Optimization Problem

[hcinic]

Construct a rectangle by placing one side on the line y=10-2x, one vertex on the positive x-axis, and one vertex on the positive y-axis. What are the dimensions of the rectangle with the max area when constructed this way?

Well, you end up with 3 triangles around the rectangle, but I don't see how maximizing or minimizing these will help. Correct me if i'm wrong, but since the side of the rectangle is on the line y=10-2x you are not able to solve like the easier question of one SIDE on positive x-axis and one SIDE on positive y-axis and one VERTEX on line y=10-2x which would lead to maximizing the derivative of this equation A(x)=x(10-2x)...any thoughts? Although I still think the maximum of both of these rectangles constructed inside these constraints are the same size...

 

[mmm4444bot]

You could come up with a function that inputs the distance from the origin to the vertex on the positive x-axis (that's your x-value) and outputs the rectangle's area.

In this regard, the optimization is found using the same overall approach as your earlier exercise.

It's going to take several steps to build the area function.

One side of the rectangle lies on the given line (in Quad I).
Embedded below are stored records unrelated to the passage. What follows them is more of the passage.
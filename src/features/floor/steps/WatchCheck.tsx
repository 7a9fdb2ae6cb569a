import { useState } from 'react';
import { Keypad } from '@/components/Keypad';
import { MainAction } from '@/components/MainAction';
import { QuietButton } from '@/components/QuietButton';
import { clockText } from '@/components/TimerFace';
import { judgeLimit } from '@/domain/job-limit';
import type { JobState } from '@/domain/job-state';
import type { StepOf } from '@/domain/plan';
import { LimitBand } from '../LimitBand';
import { RecordAction } from '../RecordAction';
import { StepFrame } from '../StepFrame';
import { decimalText, isNumber } from '../numbers';
import { useRun } from '../run-context';

export interface WatchCheckProps {
  step: StepOf<'watch'>;
  check: StepOf<'watch'>['checks'][number];
  /** Seconds of the watch that are left. */
  left: number;
}

/** One look of the watch: a question with two answers, or a figure against its limit. */
export function WatchCheck({ step, check, left }: WatchCheckProps) {
  const run = useRun();
  const limit = check.limit === undefined ? undefined : run.state.plan.limits[check.limit];
  if (limit) return <WatchReading step={step} check={check} left={left} />;
  const answer = (ok: boolean) =>
    void run.record([{ kind: 'watch-checked', step: step.id, data: { check: check.id, ok } }]);
  return (
    <StepFrame
      step={step}
      heading={<CheckHeading words={checkWords(run.state, check)} left={left} />}
      quiet={<QuietButton label="Not in order" sign="cross" onPress={() => answer(false)} />}
      main={
        <MainAction
          label="In order"
          next="touch, pedal or space"
          isBusy={run.isBusy}
          onPress={() => answer(true)}
        />
      }
    >
      {check.stop === true && <StopWords />}
    </StepFrame>
  );
}

function WatchReading({ step, check, left }: WatchCheckProps) {
  const { state } = useRun();
  const [value, setValue] = useState('');
  const limit = check.limit === undefined ? undefined : state.plan.limits[check.limit];
  if (!limit) return null;
  const verdict = isNumber(value) ? judgeLimit(limit, decimalText(value), '0').verdict : undefined;
  return (
    <StepFrame
      step={step}
      side={<Keypad label={limit.title} unit={limit.unit} value={value} onChange={setValue} />}
      heading={<CheckHeading words={limit.title} left={left} />}
      main={
        <RecordAction
          label={isNumber(value) ? `Keep ${value} ${limit.unit}` : 'Keep the reading'}
          why={isNumber(value) ? undefined : 'key in what you read'}
          drafts={() => [
            {
              kind: 'watch-checked',
              step: step.id,
              data: {
                check: check.id,
                ok: verdict === 'inside' || verdict === 'no limit known',
                value: decimalText(value),
                unit: limit.unit,
              },
            },
          ]}
        />
      }
    >
      <div className="grid content-start gap-4">
        <LimitBand limit={limit} />
        {check.stop === true && <StopWords />}
      </div>
    </StepFrame>
  );
}

function CheckHeading({ words, left }: { words: string; left: number }) {
  return (
    <div className="flex flex-wrap items-baseline justify-between gap-4 pb-4">
      <h1 className="floor-step">{words}</h1>
      <p className="figure text-2xl">{clockText(left)} left</p>
    </div>
  );
}

function StopWords() {
  return <p className="text-xl font-bold text-outside">If not, stop the engine at once.</p>;
}

/** What a look of a watch is about. */
export function checkWords(state: JobState, check: WatchCheckProps['check']): string {
  return (
    check.ask ?? (check.limit === undefined ? undefined : state.plan.limits[check.limit]?.title) ?? check.id
  );
}
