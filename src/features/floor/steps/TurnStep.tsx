import { CrankDial } from '@/components/CrankDial';
import type { StepOf } from '@/domain/plan';
import { RecordAction } from '../RecordAction';
import { StepCautions, StepDetails, StepFrame } from '../StepFrame';
import { useRun } from '../run-context';

const DIAL_PX = 210;

/** Turns the crank by hand, in its running direction only, to where the next rods can be reached. */
export function TurnStep({ step }: { step: StepOf<'turn'> }) {
  const { state } = useRun();
  const { toAngle, fullTurns, rods } = step;
  const by = toAngle === undefined ? undefined : (toAngle - state.crankAngle + 360) % 360;
  return (
    <StepFrame
      step={step}
      heading={
        <div className="grid gap-5">
          <h1 className="floor-step">{step.title}</h1>
          <div className="flex flex-wrap items-center gap-x-10 gap-y-4">
            <CrankDial angle={state.crankAngle} targetAngle={toAngle} size={DIAL_PX} />
            <div className="grid gap-3">
              {toAngle !== undefined && (
                <p>
                  <span className="form-label block">turn to</span>
                  <span className="figure text-7xl font-semibold">{toAngle}°</span>
                </p>
              )}
              {by !== undefined && (
                <p className="text-xl">
                  {by === 0 ? (
                    'It stands there already.'
                  ) : (
                    <>
                      That is <span className="figure font-semibold">{by}°</span> on from here.
                    </>
                  )}
                </p>
              )}
              <p className="text-xl">{state.plan.engine.rotation}, never back</p>
              {rods.length > 0 && <p className="text-xl">Brings rod {rods.join(' and ')} to the bottom.</p>}
            </div>
          </div>
          <StepCautions step={step} />
          <StepDetails step={step} />
        </div>
      }
      main={
        <RecordAction
          label={toAngle === undefined ? turnsLabel(fullTurns ?? 1) : `Turned to ${toAngle}°`}
          drafts={() => [
            {
              kind: 'turned',
              step: step.id,
              data: {
                ...(toAngle === undefined ? {} : { toAngle }),
                ...(fullTurns === undefined ? {} : { fullTurns }),
              },
            },
          ]}
        />
      }
    />
  );
}

function turnsLabel(turns: number): string {
  const words = ['One full turn done', 'Two full turns done', 'Three full turns done'];
  return words[turns - 1] ?? `${turns} full turns done`;
}
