import { ChoiceRows } from '@/components/ChoiceRows';
import type { ToolUse } from '@/domain/tool';
import { dayWords } from '@/domain/time-words';
import { useRun } from '../run-context';
import { offerTools, type Hand } from '../tool-choice';

interface ToolToTakeProps {
  hand: Hand;
  use: ToolUse;
}

/** The tools that may be used for what comes next: a touch on the one in hand takes it. */
export function ToolToTake({ hand, use }: ToolToTakeProps) {
  const run = useRun();
  const offers = offerTools(run.workshop, hand, use, run.now()).filter(({ isFit }) => isFit);
  function take(chosen: string) {
    const tool = offers.find((offer) => offer.tool.id === chosen)?.tool;
    if (!tool) return;
    const { id, name, serial, dueOn } = tool;
    void run.record([{ kind: 'tool-taken', data: { use: hand, tool: { id, name, serial, dueOn } } }]);
  }
  if (offers.length === 0) {
    return (
      <p className="max-w-[62ch] pt-4 text-xl font-bold">
        No tool on this tablet may be used for this. “All tools” says what speaks against each.
      </p>
    );
  }
  return (
    <div className="pt-4">
      <ChoiceRows
        label="Tools that fit"
        columns={2}
        choices={offers.map(({ tool: { id, name, serial, dueOn } }) => ({
          value: id,
          label: name,
          note: `${serial}${dueOn === null ? '' : `, due ${dayWords(dueOn)}`}`,
        }))}
        onChoose={take}
      />
    </div>
  );
}
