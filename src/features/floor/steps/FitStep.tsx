import { useState } from 'react';
import type { StepOf } from '@/domain/plan';
import { knownLots } from '../known-lots';
import { LotEntry } from '../LotEntry';
import { RecordAction } from '../RecordAction';
import { StepFrame } from '../StepFrame';
import { useRun } from '../run-context';

/** A part with its number of pieces and, where it is asked, its lot. */
export function FitStep({ step }: { step: StepOf<'fit'> }) {
  const { state } = useRun();
  const known = knownLots(state, step.part);
  const [lot, setLot] = useState(known.length === 1 ? (known[0] ?? '') : '');
  const isTyping = step.lot && known.length === 0;
  return (
    <StepFrame
      step={step}
      side={isTyping ? null : undefined}
      then={isTyping ? null : undefined}
      main={
        <RecordAction
          label="Confirmed"
          why={step.lot && lot === '' ? 'the lot is needed' : undefined}
          drafts={() => [
            { kind: 'fitted', step: step.id, data: { count: step.count, ...(lot === '' ? {} : { lot }) } },
          ]}
        />
      }
    >
      {(step.count > 1 || !isTyping) && (
        <p className="pb-3 text-2xl">
          <span className="figure text-4xl font-semibold">{step.count}</span> × {step.part}
        </p>
      )}
      {step.lot && <LotEntry part={step.part} known={known} value={lot} onChange={setLot} />}
    </StepFrame>
  );
}
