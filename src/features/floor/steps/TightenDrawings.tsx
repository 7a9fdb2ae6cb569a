import { CapDrawing } from '@/components/CapDrawing';
import { ProgrammeStrip, type PassState } from '@/components/ProgrammeStrip';
import type { PlanStage, StepOf } from '@/domain/plan';
import { boltsLeftToRight } from '@/domain/engine-view';
import { amountWords, boltName } from '../done-words';
import { useRun } from '../run-context';
import type { TightenTouch } from '../tighten-touch';

/** A quarter turn, drawn where a bolt is let off. */
const RELEASE_ANGLE = -90;

/** The cap in hand from below and its programme; a joint that is no cap has its programme alone. */
export function TightenDrawings({ step, touch }: DrawingProps) {
  return (
    <div className="flex flex-wrap items-center gap-x-10 gap-y-4 pt-4">
      {step.rod !== undefined && <CapInHand step={step} rod={step.rod} touch={touch} />}
      <Programme step={step} touch={touch} />
    </div>
  );
}

interface DrawingProps {
  step: StepOf<'tighten'>;
  touch: TightenTouch;
}

function CapInHand({ step, rod, touch }: DrawingProps & { rod: number }) {
  const [action] = touch.actions;
  const { state } = useRun();
  const cycles = state.plan.programmes[step.programme]?.cycles.length ?? 0;
  const isBegun = state.steps[step.id]?.status !== 'open';
  const spec = action.kind === 'stage' ? action.spec : undefined;
  const isRelease = action.kind === 'release' || spec?.kind === 'release';
  return (
    <CapDrawing
      rod={String(rod)}
      inHand={touch.actions.map(({ bolt }) => bolt)}
      targetAngle={spec?.kind === 'angle' ? spec.target : isRelease ? RELEASE_ANGLE : undefined}
      isMarkAsked={spec?.kind === 'mark'}
      bolts={boltsLeftToRight(state, rod).map((name) => {
        const bolt = state.bolts[name];
        return {
          name,
          letter: name.slice(String(rod).length),
          state: bolt?.condemned !== undefined ? 'condemned' : bolt?.marked ? 'marked' : 'running',
          cycles,
          cyclesDone: isBegun ? Math.min(bolt?.cyclesDone ?? 0, cycles) : 0,
        };
      })}
    />
  );
}

function Programme({ step, touch }: DrawingProps) {
  const [action] = touch.actions;
  const { state } = useRun();
  const programme = state.plan.programmes[step.programme];
  if (!programme) return null;
  const at = action.kind === 'stage' ? action : { cycle: 0, stage: 0 };
  return (
    <ProgrammeStrip
      label={`${programme.title}, ${boltName(action.bolt)}`}
      cycles={programme.cycles.map((stages, cycle) => ({
        name: programme.cycles.length === 1 ? programme.title : `cycle ${cycle + 1}`,
        passes: stages.flatMap((stage, index) => {
          const label = stageLabel(stage);
          return label === undefined ? [] : [{ label, state: passState({ cycle, stage: index }, at) }];
        }),
      }))}
    />
  );
}

function stageLabel(stage: PlanStage): string | undefined {
  switch (stage.kind) {
    case 'torque':
      return amountWords(stage.target, 'N·m');
    case 'angle':
      return amountWords(stage.target, 'deg');
    case 'mark':
      return 'mark';
    case 'release':
      return undefined;
  }
}

function passState(pass: { cycle: number; stage: number }, at: { cycle: number; stage: number }): PassState {
  if (pass.cycle === at.cycle && pass.stage === at.stage) return 'now';
  return pass.cycle < at.cycle || (pass.cycle === at.cycle && pass.stage < at.stage) ? 'done' : 'waiting';
}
Hence, the opposite side of the rectangle must lie on a line that is parallel to the given line.

Draw a diagram, and sketch a representative rectangle.

Using x as the x-coordinate of the vertex on the x-axis, consider how you would determine the distance between the two parallel lines.

That distance is one dimension of the rectangle. The other dimension should be obvious, from your diagram (it's the distance from the y-intercept to the x-intercept, along the variable parallel line).

 

[hcinic]

Yes, i see that the parallel lines have the same slope and the line perpendicular to y=-2x+10 has the slope of the negative recipricol: 1/2...thinking out loud...

 

[lookagain]

\(\displaystyle \ \ \ \ \ \ \ \ \ \ \ \ \ \ \ \ \)\(\displaystyle \text{B}\)
\(\displaystyle \ \ \ \ \ \ \ \ \ \ \ \ \ \ \ *\)
\(\displaystyle \ \ \ \ \ \ \ \ \ \ \ \ \ * \ \ \ \ \ \ \ *\)
\(\displaystyle \ \ \ \ \ \ \ \ \ \ \ * \ \ \ \ \ \ \ \ \ \ \ \ \ \ \ \ \ \ * \)
\(\displaystyle \ \ \ \ \ \ \ \ \ * \ \ \ \ \ \ \ \ \ \ \ \ \ \ \ \ \ \ \ \ \ \ \ \ \ \ \ \ *\)
\(\displaystyle \ \ \ \ \ \ \ \ ***************\)
\(\displaystyle \ \ \ \ \ \)\(\displaystyle \text{A}\)\(\displaystyle \ \ \ \ \ \ \ \ \ \ \ \ \ \ \ \ \ \ \ \ \ \ \ \ \ \ \ \ \ \ \ \ \ \ \ \ \ \ \ \ \ \ \ \ \ \) \(\displaystyle \text{C}\)



You can also orient the triangle on the xy-axes with point A at the origin (0, 0), and points B and C
as pictured above. Angle B is a right angle. Side AC is a hypotenuse. The length of AB = 5,
and the length of BC = 10.


Suggestions:

i) Work out the length of AC using the Pythagorean Theorem.


ii) Get the coordinates of point C from that by inspection.


iii) Work out the coordinates of point B using similar right triangles.


iv) Pick two variable x-values, \(\displaystyle x_1 \ and \ x_2,\) on line segment AC, with \(\displaystyle x_1 < x_2.\)


v) Work out the equation of the line that AB lies on, as well as work out the equation
of the line that BC lies on.


vi) Work out a function for the height in terms of \(\displaystyle x_1.\)


vii) Set that height function equal to the linear function for BC, and solve for a \(\displaystyle "new" \ value \ \ of \ \ x_1.\)
\(\displaystyle (x_2 \ \ equals \ \ this \ \ "new" \ \ value \ \ of \ \ x_1.)\)


viii) Work out the function for the base of the rectangle in terms of \(\displaystyle x_1. \ \)

You can use \(\displaystyle \ x_2 - x_1 \ \ for \ \ that.\)


ix) Multiply the function of the height by the function of the base.


x) Take the derivative of that product, set it equal to zero, and solve for the original/"old" \(\displaystyle \ x_1.\)

 

[mmm4444bot]

you are not able to solve like the easier question of one SIDE on positive x-axis and one SIDE on positive y-axis and one VERTEX on line y=10-2x which would lead to maximizing the derivative of this equation A(x)=x(10-2x)...any thoughts?

Did you finish this exercise?

I just worked it out, using my previously-posted approach (with similar triangles giving the distance between parallel lines), and I wound up with the same function as your A(x) above, heh, heh, heh.